ERNIE Bot vs. Western LLMs
There are some major differences between Western LLMs and ERNIE. ChatGPT and its look-alikes are, of course, fine-tuned to the English language, with moderate but imperfect results in other languages, especially Chinese. ChatGPT is known to make more punctuation and grammar errors and even spread more disinformation in responses written in Chinese because it was not designed primarily to be used by Chinese native speakers.
This is obviously not the case for ERNIE. The result? Just like most current internet services, you have two worlds: a Western internet and a Chinese one. And I can only guess at how the Chinese government plans to use ERNIE to influence its users or track its use — peering into the heart and soul of its citizens.
Baidu also has very different content enforcement methods for ERNIE than Western players. While Western chatbots are relatively easy to trick into saying what they shouldn’t, ERNIE is more adept at avoiding certain topics. ERNIE usually tries to change the subject and even stops or deletes responses mid-generation.
These content restrictions tell me three things:
- The Chinese chatbots aren’t as useful as their Western counterparts, which have “freedom of speech.” These strict guardrails limit the capacity of ERNIE to fulfill a large range of tasks that a user might have.

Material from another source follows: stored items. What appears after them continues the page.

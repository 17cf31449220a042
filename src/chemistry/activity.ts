import { InputError, present, requireRange } from './errors';
import { SPECIES, isIon, type Ion } from './species';
import { debyeHuckelA, debyeHuckelB } from './water';

export type ActivityModel = 'debye-huckel' | 'extended-debye-huckel' | 'davies' | 'truesdell-jones';
export const ACTIVITY_MODELS: readonly ActivityModel[] = ['debye-huckel', 'extended-debye-huckel', 'davies', 'truesdell-jones'];

/**
 * Upper ionic strength (mol/L) to which each model is commonly held to be adequate for
 * natural waters (common practice; see Stumm & Morgan, Aquatic Chemistry, table of activity
 * coefficient approximations; Truesdell & Jones 1974 for their equation):
 * limiting law ≲ 0.005; extended Debye–Hückel ≲ 0.1; Davies ≲ 0.5; Truesdell–Jones ≲ 2 for
 * NaCl-dominated water.
 */
export const MODEL_MAX_IONIC_STRENGTH: Record<ActivityModel, number> = {
  'debye-huckel': 0.005,
  'extended-debye-huckel': 0.1,
  davies: 0.5,
  'truesdell-jones': 2,
};

/**
 * 'auto': the extended Debye–Hückel equation (Kielland sizes) up to I = 0.05 mol/L, the
 * Truesdell–Jones equation from I = 0.1, and a linear blend of log γ in between
 * ({@link AUTO_BLEND}), so that no index steps where the model changes.
 * Why: against the mean-activity tables (Robinson & Stokes 1959, App. 8.10; from memory) both
 * agree within 0.005 in γ± for NaCl at 0.01 m; above 0.1 m Truesdell–Jones is far closer than
 * Davies (NaCl 0.5 m: table 0.681, TJ 0.675, Davies 0.733; KCl 0.5 m: table 0.649, TJ 0.643,
 * Davies 0.733) and it holds to about 2 mol/kg for NaCl-type water (Truesdell & Jones 1974).
 * The limiting law and Davies are therefore never chosen by 'auto' (both remain selectable).
 */
export const AUTO_BLEND = { fromI: 0.05, toI: 0.1 } as const;

/** Weight of Truesdell–Jones in 'auto' at ionic strength I (0 below 0.05 mol/L, 1 from 0.1). */
export function autoTjWeight(ionicStrength: number): number {
  const { fromI, toI } = AUTO_BLEND;
  if (ionicStrength <= fromI) return 0;
  if (ionicStrength >= toI) return 1;
  return (ionicStrength - fromI) / (toI - fromI);
}

/** The model that carries most weight in 'auto' at I (what a result reports as its model). */
export function chooseActivityModel(ionicStrength: number): ActivityModel {
  return autoTjWeight(ionicStrength) >= 0.5 ? 'truesdell-jones' : 'extended-debye-huckel';
}

/** log10 γ of an ion under 'auto' (blend of extended Debye–Hückel and Truesdell–Jones, see {@link AUTO_BLEND}). */
export function autoLogGamma(ion: Ion, I: number, terms: DebyeHuckelTerms): number {
  const w = autoTjWeight(I);
  if (w === 0) return logGammaFor(ion, I, terms, 'extended-debye-huckel');
  if (w === 1) return logGammaFor(ion, I, terms, 'truesdell-jones');
  return (1 - w) * logGammaFor(ion, I, terms, 'extended-debye-huckel') + w * logGammaFor(ion, I, terms, 'truesdell-jones');
}

/**
 * How much a model still counts as valid at I: 1 up to its {@link MODEL_MAX_IONIC_STRENGTH},
 * falling linearly to 0 at 1.5× that limit (so the spread of valid models has no step either).
 */
export function modelValidityWeight(model: ActivityModel, ionicStrength: number): number {
  const max = MODEL_MAX_IONIC_STRENGTH[model];
  if (ionicStrength <= max) return 1;
  return Math.max(0, 1 - (ionicStrength - max) / (0.5 * max));
}

/**
 * Doubt from the activity model about a sum of log γ (e.g. log γCa + log γCO3 for calcite):
 * the largest difference between the model used and any model valid at I, each weighted by
 * {@link modelValidityWeight} (the limiting law is their common low-I limit and is left out),
 * and never less than a floor for the model used itself.
 * Floor: Truesdell–Jones fits NaCl-type mean-activity tables within about 0.01 in log γ± to
 * 2 mol/kg but not sulfate-rich water (Truesdell & Jones 1974; Na₂SO₄ and MgSO₄ γ± in Robinson
 * & Stokes 1959, from memory): 0.01 per unit charge² per mol/L of I, our reading of those fits.
 * Returned as a ± half-width (log units); the caller treats it as a standard uncertainty, so
 * the 95 % band spans every valid model.
 */
export function activityModelDoubt(
  ions: ReadonlyArray<readonly [Ion, number]>,
  ionicStrength: number,
  terms: DebyeHuckelTerms,
  used: ActivityModel | 'auto',
): number {
  if (!(ionicStrength > 0)) return 0;
  const sum = (m: ActivityModel | 'auto') =>
    ions.reduce((s, [ion, nu]) => s + nu * (m === 'auto' ? autoLogGamma(ion, ionicStrength, terms) : logGammaFor(ion, ionicStrength, terms, m)), 0);
  const base = sum(used);
  let worst = 0;
  // The limiting law is the common low-I limit of the others, not a competing model: left out.
  for (const m of ACTIVITY_MODELS) {
    if (m === 'debye-huckel') continue;
    const w = modelValidityWeight(m, ionicStrength);
    if (w > 0) worst = Math.max(worst, w * Math.abs(sum(m) - base));
  }
  const z2 = ions.reduce((s, [ion, nu]) => s + Math.abs(nu) * SPECIES[ion].charge * SPECIES[ion].charge, 0);
  return Math.max(worst, 0.01 * z2 * ionicStrength);
}

/** Precomputed temperature terms, so a speciation loop does not redo them. */
export interface DebyeHuckelTerms {
  A: number;
  B: number;
}

export function debyeHuckelTerms(tempC: number): DebyeHuckelTerms {
  return { A: debyeHuckelA(tempC), B: debyeHuckelB(tempC) };
}

/**
 * log10 γ of a species of charge z, with the model's ion-size parameters, at ionic strength I.
 * - limiting law: log γ = −A z² √I
 * - extended Debye–Hückel: log γ = −A z² √I / (1 + B å √I)              (å: Kielland 1937)
 * - Davies: log γ = −A z² (√I/(1 + √I) − 0.3 I)                           (Davies 1962)
 * - Truesdell–Jones: log γ = −A z² √I / (1 + B a √I) + b I               (Truesdell & Jones 1974)
 * Neutral species: log γ = 0 (salting-out neglected; an error below 0.01 at I < 0.1, common practice).
 */
export function logGammaFor(ion: Ion, I: number, terms: DebyeHuckelTerms, model: ActivityModel): number {
  const s = SPECIES[ion];
  const z2 = s.charge * s.charge;
  if (z2 === 0 || I <= 0) return 0;
  const sqrtI = Math.sqrt(I);
  switch (model) {
    case 'debye-huckel':
      return -terms.A * z2 * sqrtI;
    case 'extended-debye-huckel':
      return (-terms.A * z2 * sqrtI) / (1 + terms.B * s.kiellandA * sqrtI);
    case 'davies':
      return -terms.A * z2 * (sqrtI / (1 + sqrtI) - 0.3 * I);
    case 'truesdell-jones': {
      const tj = 'tj' in s ? s.tj : undefined;
      const a = tj ? tj.a : s.kiellandA;
      const b = tj ? tj.b : 0;
      return (-terms.A * z2 * sqrtI) / (1 + terms.B * a * sqrtI) + b * I;
    }
  }
}

/**
 * Activity coefficient γ (not its log) of an ion.
 * @param ion one of the engine's species keys ('H','OH','Na','K','Ca','Mg','Cl','SO4','HCO3','CO3','NO3','F', …)
 * @param ionicStrength I in mol/L (≈ mol/kg in fresh water), ≥ 0
 * @param tempC water temperature, 0–100 °C
 * @param model one of the four activity models
 * Sources per model: see {@link logGammaFor}. Beyond a model's range the value is still
 * returned (the caller warns: {@link MODEL_MAX_IONIC_STRENGTH}); I above 10 mol/L is refused.
 */
export function activityCoefficient(ion: string, ionicStrength: number, tempC: number, model: ActivityModel): number {
  if (!isIon(ion)) throw new InputError('ion', `Unknown ion '${ion}'. Known: ${Object.keys(SPECIES).join(', ')}.`);
  if (!present('ionicStrength', ionicStrength)) throw new InputError('ionicStrength', 'ionicStrength is required.');
  requireRange('ionicStrength', ionicStrength, 0, 10, 'mol/L');
  if (!(ACTIVITY_MODELS as readonly string[]).includes(model)) {
    throw new InputError('model', `Unknown activity model '${String(model)}'.`);
  }
  return Math.pow(10, logGammaFor(ion, ionicStrength, debyeHuckelTerms(tempC), model));
}

/**
 * Mean activity coefficient of a salt from its ions' single-ion values:
 * log γ± = (ν₊ log γ₊ + ν₋ log γ₋)/(ν₊ + ν₋). For comparison with measured γ± tables.
 */
export function meanActivityCoefficient(
  cation: Ion,
  anion: Ion,
  ionicStrength: number,
  tempC: number,
  model: ActivityModel,
): number {
  const zc = SPECIES[cation].charge;
  const za = -SPECIES[anion].charge;
  const nuC = za, nuA = zc; // electroneutral formula CaCl2: ν+ = 1 (|z-|=1 … scaled by gcd below)
  const g = gcd(nuC, nuA);
  const t = debyeHuckelTerms(tempC);
  const lc = logGammaFor(cation, ionicStrength, t, model);
  const la = logGammaFor(anion, ionicStrength, t, model);
  return Math.pow(10, ((nuC / g) * lc + (nuA / g) * la) / (nuC / g + nuA / g));
}

function gcd(a: number, b: number): number {
  return b === 0 ? a : gcd(b, a % b);
}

- ERNIE will be an excellent tool for the government to instill certain ways of thinking into its population.
- Many of the complaints we hear in the West about failing guardrails for ChatGPT are misguided. Clearly, it’s possible to restrict the content delivered by these models; it just takes old-fashioned hard work and a spot high on the feature priority list.
Another key difference between ChatGPT and ERNIE is that Baidu has built ERNIE’s entire tech stack. From the Kunlun AI chips and the PaddlePaddle deep learning platform to the ERNIE model itself, Baidu controls the entire hardware to software pipeline itself. Without a doubt, this was a heavy purchase. Still, it saves Baidu from relying on third-party infrastructure providers, which may present a data risk, and allows them to achieve end-to-end optimization and efficiencies.
Final Thoughts
I’m very curious to see how Chinese companies continue to build with generative AI. As the tech inevitably improves to the level of human intelligence or consciousness, it will become nearly impossible to contain them in the way ERNIE currently is. But by the time governments or companies realize the intelligence they’ve released, it may be too late.
Given the popularity of super-apps and chatbots in China, such a system will likely already be tapped into everything from your bank account, to your contact list, to your smart home, and beyond. In short, governments, both Western and Eastern, may be sowing the seeds of their own demise. Sounds like an excellent sci-fi plot!